# Similarities between Microsoft and a toilet ...



## bjurusik (May 8, 2003)

Well, besides both being full of ...  ... <BR><BR>here


----------



## Rhino_G3 (May 8, 2003)

the "iLoo"??

Microsoft sympathizers were critical of Apple for the naming of their iLife suite... now microsoft goes and does it now


----------



## binaryDigit (May 8, 2003)

Whoa.  Now you know that M$ has waaay to much free money.  Must have been fun QA'ing that product.

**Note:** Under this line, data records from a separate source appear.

def _main(args) -> int:
    from .scenario.loader import load_scenario
    from .scenario.single import HAZARDS, INPUTS, NEURON_MODELS

    try:
        if args.command == "catalogue":
            print("neuron models ([neuron] model = ...; potentials mV, times ms):")
            for name, (_, keys, optional) in NEURON_MODELS.items():
                print(f"  {name:8s} {', '.join(sorted(keys - optional))}" + (f"  [optional: {', '.join(sorted(optional))}]" if optional else ""))
            print("escape functions ([noise.hazard] shape = ...; rates Hz):")
            for name, (_, keys) in HAZARDS.items():
                print(f"  {name:18s} {', '.join(sorted(keys))}")
            print("noise: kind = 'escape' (with [noise.hazard]) or 'white' (sigma, mV)")
            print("input shapes ([input] shape = ...; mV, ms, Hz):")
            for name, (_, keys) in INPUTS.items():
                print(f"  {name:9s} {', '.join(sorted(keys))}")
            print("analysis tables (beside or instead of [input] and [run]):")
            print("  [gain]        mu (mV: list or {start, stop, count, spacing}), sigma (mV, white noise)")
            print("  [stationary]  mu (mV)")
            print("  [transfer]    mu (mV), frequencies (Hz), modulate = mean | noise | sigma")
            print("  [sweep]       analysis = summary | gain | transfer, mode = grid | list, dotted keys to vary")
            from .scenario.network import BIFURCATION_KEYS, COHORT_KEYS, MAP_KEYS, NETWORK_KEYS, PATHWAY_KEYS

            print("network scenarios (mV, ms, Hz):")
            for table, keys in (("[[cohort]]", COHORT_KEYS), ("[[pathway]]", PATHWAY_KEYS),
                                ("[network]", NETWORK_KEYS), ("[network.stability_map]", MAP_KEYS),
                                ("[network.bifurcation]", BIFURCATION_KEYS)):
                print(f"  {table:13s} {', '.join(sorted(keys))}")
            print("  parameter paths: drive, inhibition, cohort.NAME.FIELD, pathway.SOURCE->TARGET.FIELD "
                  "(NAME may be *; see popdens.network.parameters)")
            return 0
        if args.command == "compile":
            return _compile_command(args)
        if args.command == "bench":
            from . import benchmarks

            names = benchmarks.available()
            if not args.names:
                print("benchmarks (run with `popdens bench NAME`): " + ", ".join(names))
                return 0
            unknown = [n for n in args.names if n not in names]
            if unknown:
                raise ScenarioError(f"unknown benchmark {unknown[0]!r}; available: {', '.join(names)}")
            for n in args.names:
                print(f"== {n}")
                benchmarks.run(n)
            return 0
        if args.command == "step":
            return _step_command(args)
        if args.command in ("gain", "stationary", "transfer"):
            return _analysis_command(args)
        if args.command == "sweep":
            return _sweep_command(args)
        sc = load_scenario(args.scenario)
        if hasattr(sc, "circuit"):  # a network scenario
            return _network_command(args, sc)
        if "sweep" in sc.raw:
            if args.command == "run":
                return _sweep_command(args, sc)
            from .scenario.sweep import plan_sweep

            plan = plan_sweep(sc)
        if args.command == "check":
            parts = [f"{sc.t_end:g} ms run"] if sc.runs_in_time else []
            parts += [f"[{name}]" for name, _ in sc.analyses]
            print(f"{args.scenario}: OK ({sc.title}; {type(sc.population.neuron).__name__}, "
                  f"{type(sc.population.noise).__name__}; {', '.join(parts)})")
            if "sweep" in sc.raw:
                print(f"  sweep: {plan.n_points} points, analysis `{plan.point.analysis}`")
            return 0
        from .scenario.runner import run_scenario

        summary = run_scenario(sc, args.out, overwrite=args.overwrite, progress=False if args.quiet else None)
        print(f"wrote {summary['output']}: {', '.join(summary['files'])}")
        timing = summary["timing"]
        _print_compile_time(timing)
        if "prediction" in summary:
            p = summary["prediction"]
            if p["status"] != 0:
                print(f"popdens: error: the prediction failed: {p['message']} (outputs kept for inspection)",
                      file=sys.stderr)
                return 1
            print(f"  {p['method']}: peak {p['peak_rate_hz']:.4g} Hz, final {p['final_rate_hz']:.4g} Hz "
                  f"({timing['prediction_s']:.3g} s)")
            for msg in p["diagnostics"].get("accuracy_warnings", []):
                print(f"  accuracy warning: {msg}")
        if "gain" in summary:
            g = summary["gain"]
            print(f"  gain: {g['points']} drives, rates {g['min_rate_hz']:.4g} to {g['max_rate_hz']:.4g} Hz")
        for st in summary.get("stationary", {}).get("states", []):
            print(f"  stationary at mu = {st['mu_mV']:g} mV: {st['rate_hz']:.6g} Hz, ISI CV {st['cv']:.4g}")
        if "transfer" in summary:
            print(f"  transfer: {summary['transfer']['frequencies']} frequencies ({summary['transfer']['modulate']} "
                  "modulation)")
        if "montecarlo" in summary:
            m = summary["montecarlo"]
            if m["status"] != 0:
                print(f"popdens: error: the Monte Carlo run failed: {m['message']}", file=sys.stderr)
                return 1
            print(f"  Monte Carlo N={m['n_neurons']} ({timing['montecarlo_s']:.3g} s): "
                  f"{m['agreement']['verdict']}")
        print("  (model predictions from a research tool; not a basis for clinical or safety decisions)")
        return 0
    except (ScenarioError, FileExistsError) as exc:
        print(f"popdens: error: {exc}", file=sys.stderr)
        return 2
    except ValueError as exc:  # misuse found by the library after loading (message names the setting)
        print(f"popdens: error: {exc}", file=sys.stderr)
        return 2
    except OSError as exc:  # the file system refused (a name too long, no space, no permission)
        where = f"{exc.filename}: " if exc.filename else ""
        print(f"popdens: error: {where}{exc.strerror or exc}", file=sys.stderr)
        return 2
    except KeyboardInterrupt:
        why = "terminated (SIGTERM)" if _TERMINATED[0] else "interrupted by the user"
        print(f"popdens: {why}; no partial output was kept", file=sys.stderr)
        return EXIT_INTERRUPTED
    except Exception as exc:  # internal failure: report briefly, keep the traceback for developers
        logging.getLogger(__name__).exception("internal error: %s", exc)
        return 1
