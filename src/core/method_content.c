/*
 * method_content.c
 *		content as a method: content-based filtering over item profiles.
 *		Each customer's preference vector in feature space (the customer's
 *		"user profile") is a ridge regression of the customer's
 *		confidence-weighted preferences on the item profiles, and an item's
 *		score is its profile times that vector.  Items nobody bought yet
 *		score like any other, from their content alone.
 *
 * Content-based filtering: Lops, de Gemmis, Semeraro 2011, "Content-based
 * Recommender Systems: State of the Art and Trends" (Recommender Systems
 * Handbook, ch. 3).  The weighting is that of Hu, Koren, Volinsky 2008
 * ("Collaborative Filtering for Implicit Feedback Datasets"): preference
 * p_ui = 1 on the items u bought and 0 on every other item of the
 * catalogue, confidence c_ui = 1 + alpha f(w_ui) on bought items and 1
 * elsewhere, with the fit's confidence option choosing f.  With Q the
 * catalogue's item x feature matrix (n items, F features, as the profiles
 * value stores it after normalisation) user u's vector is
 *
 *     x_u = argmin  sum_i c_ui (p_ui - q_i . x)^2 + lambda |x|^2
 *         = (Q^T C_u Q + lambda I)^-1 Q^T C_u p_u,
 *
 * the closed form of implicit ALS with the item factors fixed to Q.
 * Q^T C_u Q = G + Q_u^T D_u Q_u with G = Q^T Q shared by every user and
 * D_u = diag(c_uj - 1) over the n_u items u bought.
 *
 * The per-user solve.  M = G + lambda I is factored and inverted once
 * (Cholesky, F x F, in double).  For a user with n_u <= F, the Woodbury
 * identity gives x_u from M^-1 without an F x F factorisation:
 *
 *     Z = M^-1 Q_u^T,  x0 = Z c,  E = D_u^(1/2),
 *     x_u = x0 - Z E (I + E Q_u Z E)^-1 E Q_u x0,
 *
 * an n_u x n_u Cholesky.  Its cost is F x nnz(Q_u) for Z on feature rows
 * (F^2 n_u on dense vectors), n_u x nnz(Q_u) for Q_u Z and n_u^3 / 3; a
 * user with n_u > F is solved directly: A = M + Q_u^T D_u Q_u, Cholesky,
 * F^3 / 3.  So a user costs at most O(F nnz(Q_u) + min(n_u, F)^3), and the
 * fit O(F^3 + sum_u that), with M^-1 (8 F^2 bytes) shared and 8 (F k + k^2)
 * bytes of scratch per thread, k = min(largest n_u, F) (8 F^2 more when
 * some n_u > F).  Users run in blocks on worker threads (engine code only;
 * single-threaded LAPACK on each).
 *
 * Serving: scores q_i . x_u; a basket is solved by conjugate gradients on
 * the same system (products with Q^T Q through Q, never forming G), as are
 * the contributions of a user's items to a score (c_uj q_j^T A_u^-1 q_i,
 * section 5 of Hu et al.); items like an item are the content cosine of
 * item_profiles.
 */
#include "method.h"
#include "profiles.h"
#include "parallel.h"
#include "als.h"

#include <cblas.h>
#include <math.h>
#include <stdio.h>
#include <string.h>

/* LAPACK through OpenBLAS (Fortran interface: hidden string lengths last) */
extern void dpotrf_(const char *uplo, const int *n, double *a, const int *lda,
					int *info, size_t uplo_len);
extern void dpotrs_(const char *uplo, const int *n, const int *nrhs, const double *a,
					const int *lda, double *b, const int *ldb, int *info, size_t uplo_len);
extern void dpotri_(const char *uplo, const int *n, double *a, const int *lda,
					int *info, size_t uplo_len);

#define USER_BLOCK 16

/* The item x feature matrix as a profiles value (or a content model) holds it. */
typedef struct Prof
{
	int64_t		n;				/* items */
	int			F;				/* features or dimension */
	int			dense;
	const int64_t *ptr;			/* feature rows: CSR */
	const int32_t *fi;
	const float *fv;
	const float *X;				/* dense: n x F */
} Prof;

static void
prof_of(const void *const *sec, int64_t n_items, Prof *p)
{
	const int64_t *info = sec[AFF_SEC_PROFILE_INFO];

	p->n = n_items;
	p->F = (int) info[AFF_PINFO_FEATURES];
	p->dense = info[AFF_PINFO_KIND] == AFF_PROFILE_DENSE;
	p->ptr = sec[AFF_SEC_PROFILE_PTR];
	p->fi = sec[AFF_SEC_PROFILE_FEATURES];
	p->fv = sec[AFF_SEC_PROFILE_VALUES];
	p->X = sec[AFF_SEC_PROFILE_VECTORS];
}

/* q_i . v in double */
static inline double
row_dot(const Prof *p, int64_t i, const double *v)
{
	double		s = 0;
	int64_t		j;

	if (p->dense)
	{
		const float *q = p->X + (size_t) i * p->F;
		int			d;

		for (d = 0; d < p->F; d++)
			s += (double) q[d] * v[d];
		return s;
	}
	for (j = p->ptr[i]; j < p->ptr[i + 1]; j++)
		s += (double) p->fv[j] * v[p->fi[j]];
	return s;
}

/* q_i . x for a float vector x, in double */
static inline double
row_dot_f(const Prof *p, int64_t i, const float *x)
{
	double		s = 0;
	int64_t		j;

	if (p->dense)
	{
		const float *q = p->X + (size_t) i * p->F;
		int			d;

		for (d = 0; d < p->F; d++)
			s += (double) q[d] * x[d];
		return s;
	}
	for (j = p->ptr[i]; j < p->ptr[i + 1]; j++)
		s += (double) p->fv[j] * x[p->fi[j]];
	return s;
}

/* out += a q_i */
static inline void
row_axpy(const Prof *p, int64_t i, double a, double *out)
{
	int64_t		j;

	if (p->dense)
	{
		const float *q = p->X + (size_t) i * p->F;
		int			d;

		for (d = 0; d < p->F; d++)
			out[d] += a * q[d];
		return;
	}
	for (j = p->ptr[i]; j < p->ptr[i + 1]; j++)
		out[p->fi[j]] += a * p->fv[j];
}

/* z = Minv q_i (Minv symmetric F x F, row-major) */
static void
minv_row(const Prof *p, const double *Minv, int64_t i, double *z, double *tmp)
{
	int			F = p->F;
	int64_t		j;

	if (p->dense)
	{
		const float *q = p->X + (size_t) i * F;
		int			d;

		for (d = 0; d < F; d++)
			tmp[d] = q[d];
		cblas_dsymv(CblasRowMajor, CblasUpper, F, 1.0, Minv, F, tmp, 1, 0.0, z, 1);
		return;
	}
	memset(z, 0, sizeof(double) * F);
	for (j = p->ptr[i]; j < p->ptr[i + 1]; j++)
		cblas_daxpy(F, (double) p->fv[j], Minv + (size_t) p->fi[j] * F, 1, z, 1);
}

/*
 * The fit's shared state: the profiles, the options, M^-1 (and M when some
 * user needs the direct solve), the users' output, scratch per thread.
 */
typedef struct ContentFit
{
	const AffMatrix *m;
	const AffOptions *o;
	Prof		P;
	const double *Minv;
	const double *M;			/* NULL unless some n_u > F */
	int			k;				/* min(largest n_u, F) */
	int64_t		max_n;			/* largest n_u */
	double	  **scratch;		/* per thread */
	int64_t    *bad_user;		/* per thread: first user whose solve failed, or -1 */
	float	   *X;				/* n_users x F */
} ContentFit;


/* A thread's scratch, carved from one block of scratch_len doubles. */
typedef struct Scratch
{
	double	   *Z;				/* k x F */
	double	   *T;				/* k x k */
	double	   *b;				/* F */
	double	   *tmp;			/* F */
	double	   *x;				/* F */
	double	   *e;				/* k */
	double	   *t;				/* k */
	double	   *conf;			/* max_n */
	double	   *A;				/* F x F, when direct */
} Scratch;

BTW, what's up with the "plasma" screens?  Does that imply that they'll be larger than 19" (and thus the reason for not going with "standard" lcd).


----------



## mightyjlr (May 8, 2003)

who the hell is going to want to touch those keyboards and mice?


----------



## Giaguara (May 8, 2003)

I assume they have webcams on those..


----------



## ebolag4 (May 8, 2003)

lol Gia!

I can't believe this. This sounds like an SNL skit or something. I'll never make fun of the iWalk again!

(Hands a wet-wipe to everyone on the boards. Make sure you all wash up real good now.)


----------



## ebolag4 (May 8, 2003)

It will create new jobs, however, so it might not be too bad an idea


----------



## Rhino_G3 (May 8, 2003)

> _Originally posted by mightyjlr _
> *who the hell is going to want to touch those keyboards and mice? *



Completely with you on this one... I feel dirty just thinking about it.  It's using windows.

Oh yea, and the fact that it's in a bathroom is mildly discusting as well


----------



## Vyper (May 8, 2003)

> _Originally posted by mightyjlr _
> *who the hell is going to want to touch those keyboards and mice? *



ROFLMAO!!

Doesn't Apple have  a patent on iStuff?


----------



## Androo (May 8, 2003)

I think i'm going to be sick...
[goes over to the washroom and vomits in his iLoo!]
hahahahaha


----------



## bjurusik (May 9, 2003)

> _Originally posted by Androo _
> *I think i'm going to be sick...
> [goes over to the washroom and vomits in his iLoo!]
> hahahahaha *



lol.  "If you're gonna spew, spew in the iLoo!"


----------



## Tim (May 9, 2003)

I wonder if they'll make a companion system..."iWipe".  Maybe that should be "aWipe"...


----------



## Gnomo (May 12, 2003)

Interior Themes
The inside of the iLoo will be covered with liquid video screens so that you can customize the look of your bathroom.  Comes with the flowing preloaded themes:

Redmond field - looks like your toilet is in the middle of a field
Japanese - looks like you are in a japanese building
Plastic (default) - looks like you are in a port-a-john
Brushed metal - looks like everything is stainless steal (M$ always copies Apple)
South American - Added feature: the water flushes counter clockwise
Customizable Sounds
Various functions of the iLoo can have sounds associated with them.

Flush sound
Start up sound
Applause for if you don't pee on the toilet seat
Help Screens
At Microsoft we want to make your waste disposal experience as pleasant as possible, so we have included several help screens to assist you.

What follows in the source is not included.